An overview of the study design. Each condition consisted of 9 ambulatory days (grey shading) and a subsequent 21-h laboratory measurement starting in the evening of day 9 (blue shading). The timing of caffeine or placebo intake is indicated by capsules (blue: caffeine, transparent: placebo), the timing of saliva collection to measure caffeine and paraxanthine levels is indicated by drops. Top: Caffeine condition. Caffeine capsules (150 mg caffeine) × 3 times/ day (at 45 min, 4 h, and 8 h after waking up) were administered throughout the 10 days.
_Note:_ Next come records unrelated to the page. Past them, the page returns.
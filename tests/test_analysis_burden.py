"""Attributable cases by stratum ([burden]), checked against closed forms:
attributable = PAF x cases, totals are sums over strata, and a stratum's own
exposure (GM, GSD) gives the lognormal closed form."""

from __future__ import annotations

import math

import numpy as np
import pytest

from doseattr.analysis.config import analysis_from_dict
from doseattr.analysis.pipeline import run_analysis
from doseattr.errors import InputError

STRATA = """\
stratum,cases,gm,gsd
North,120,,
South,80,14,2.5
East,45,,
"""


def _run(tmp_path, strata=STRATA, uncertainty=None):
    (tmp_path / "strata.csv").write_text(strata)
    d = {"unit": "ug/m3", "curve": {"model": "linear", "err": 0.05, "beyond": "extend"},
         "exposure": {"gm": 8.0, "gsd": 2.0}, "burden": {"table": "strata.csv"},
         "scenario": [{"name": "half", "scale": 0.5}]}
    if uncertainty:
        d["uncertainty"] = uncertainty
    return run_analysis(analysis_from_dict(d, base_dir=tmp_path))


def _paf(gm, gsd, b=0.05, factor=1.0):
    """Lognormal mean closed form (see test_analysis_pipeline):
    E[1 + b s X] = 1 + b s GM exp(ln^2 GSD / 2)."""
    return 1 - 1 / (1 + b * factor * gm * math.exp(math.log(gsd) ** 2 / 2))


def test_attributable_cases_by_stratum(tmp_path):
    r"""Attributable cases are :math:`PAF_s N_s`; the total is their sum and
    the overall PAF is total attributable over total cases. The scale
    scenario's PIF is :math:`1 - E[RR(sX)]/E[RR(X)]`."""
    res = _run(tmp_path)
    d = res.to_dict()["burden"]
    pafs = {"North": _paf(8.0, 2.0), "South": _paf(14.0, 2.5), "East": _paf(8.0, 2.0)}
    cases = {"North": 120.0, "South": 80.0, "East": 45.0}
    for row in d["strata"]:
        # schema 2.0: a stratum's PAF is an estimate object like every other
        np.testing.assert_allclose(row["paf"]["estimate"], pafs[row["stratum"]], rtol=1e-8)
        np.testing.assert_allclose(row["attributable"]["estimate"],
                                   pafs[row["stratum"]] * cases[row["stratum"]], rtol=1e-8)
    total = sum(pafs[k] * cases[k] for k in cases)
    np.testing.assert_allclose(d["total"]["attributable"]["estimate"], total, rtol=1e-8)
    np.testing.assert_allclose(d["total"]["paf"]["estimate"], total / 245.0, rtol=1e-8)
    e, e_half = 1 / (1 - _paf(14.0, 2.5)), 1 / (1 - _paf(14.0, 2.5, factor=0.5))
    south = next(r for r in d["strata"] if r["stratum"] == "South")
    np.testing.assert_allclose(south["scenarios"][0]["pif"]["estimate"], 1 - e_half / e,
                               rtol=1e-8)


def test_intervals_bracket_the_estimates(tmp_path):
    res = _run(tmp_path, uncertainty={"draws": 200, "seed": 5, "poisson_cases": True})
    total = res.to_dict()["burden"]["total"]["attributable"]
    assert total["lower"] <= total["estimate"] <= total["upper"]


@pytest.mark.parametrize("bad, message", [
    (STRATA.replace("East,45", "East,-4"), r"row 4, column 'cases': cases must be 0 or more"),
    (STRATA.replace("East,45", "North,45"), r"row 4, column 'stratum': stratum 'North' appears "
                                            r"twice"),
    (STRATA.replace("South,80,14,2.5", "South,80,14,"), r"row 3, column 'gsd': incomplete "
                                                        r"exposure"),
    (STRATA.replace(",gm,gsd", ",gm").replace(",14,2.5", ",14").replace(",,", ","),
     r"column 'gsd': missing column 'gsd'"),
])
def test_bad_strata(tmp_path, bad, message):
    with pytest.raises(InputError, match=message):
        _run(tmp_path, strata=bad)


def test_poisson_cases_needs_a_burden_table():
    with pytest.raises(InputError, match=r"\[uncertainty\] key 'poisson_cases'"):
        analysis_from_dict({"unit": "ppm", "curve": {"model": "linear", "err": 0.1},
                            "exposure": {"gm": 5.0, "gsd": 2.0},
                            "uncertainty": {"poisson_cases": True}})


def _outcomes(tmp_path, second_curve):
    (tmp_path / "strata.csv").write_text(STRATA)
    return {"unit": "ug/m3", "exposure": {"gm": 8.0, "gsd": 2.0},
            "outcome": [{"name": "A", "curve": {"model": "linear", "err": 0.05,
                                                "beyond": "extend"},
                         "burden": {"table": "strata.csv"}},
                        {"name": "B", "curve": second_curve}]}


def test_several_outcomes_side_by_side(tmp_path):
    """Each outcome has its own curve; with RR = 1 + b x over the shared
    lognormal each PAF is the lognormal-mean closed form."""
    d = _outcomes(tmp_path, {"model": "linear", "err": 0.02, "beyond": "extend"})
    res = run_analysis(analysis_from_dict(d, base_dir=tmp_path)).to_dict()
    names = [o["name"] for o in res["outcomes"]]
    assert names == ["A", "B"]
    np.testing.assert_allclose(res["outcomes"][0]["paf"]["estimate"], _paf(8.0, 2.0), rtol=1e-8)
    np.testing.assert_allclose(res["outcomes"][1]["paf"]["estimate"], _paf(8.0, 2.0, b=0.02),
                               rtol=1e-8)
    assert res["outcomes"][0]["burden"]["total"]["cases"] == 245.0
    assert res["outcomes"][1]["burden"] is None
    assert res["paf"] == res["outcomes"][0]["paf"]


def test_outcome_errors_name_the_outcome(tmp_path):
    d = _outcomes(tmp_path, {"model": "linear", "err": 0.02, "modle": "x"})
    with pytest.raises(InputError, match=r"\[\[outcome\]\] 2 \('B'\) \[outcome.curve\] key "
                                         r"'modle'"):
        analysis_from_dict(d, base_dir=tmp_path)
Saliva was collected repeatedly during the laboratory stay from right before the first capsule until 12 h after the latest caffeine intake. The MRI scan (grey bar) took place at 5.5 h after the latest caffeine intake. Middle: Acute caffeine deprivation. Caffeine capsules (150 mg caffeine) × 3 times/ day was administered for 8 days, followed by a switch to placebo capsules on day 9. Saliva was collected between 24 and 43 h after the latest caffeine intake. The MRI scan was scheduled at 36.5 h after the latest caffeine intake, a time window when strong withdrawal symptoms are often expressed (25). Bottom: Placebo condition. Placebo capsules (150 mg mannitol) × 3 times/ day were administered throughout the ambulatory and laboratory days. Saliva was collected at baseline through the entire laboratory phase at the corresponding time points as in the other two conditions. The MRI scan was scheduled at the same time of day as in the other two conditions.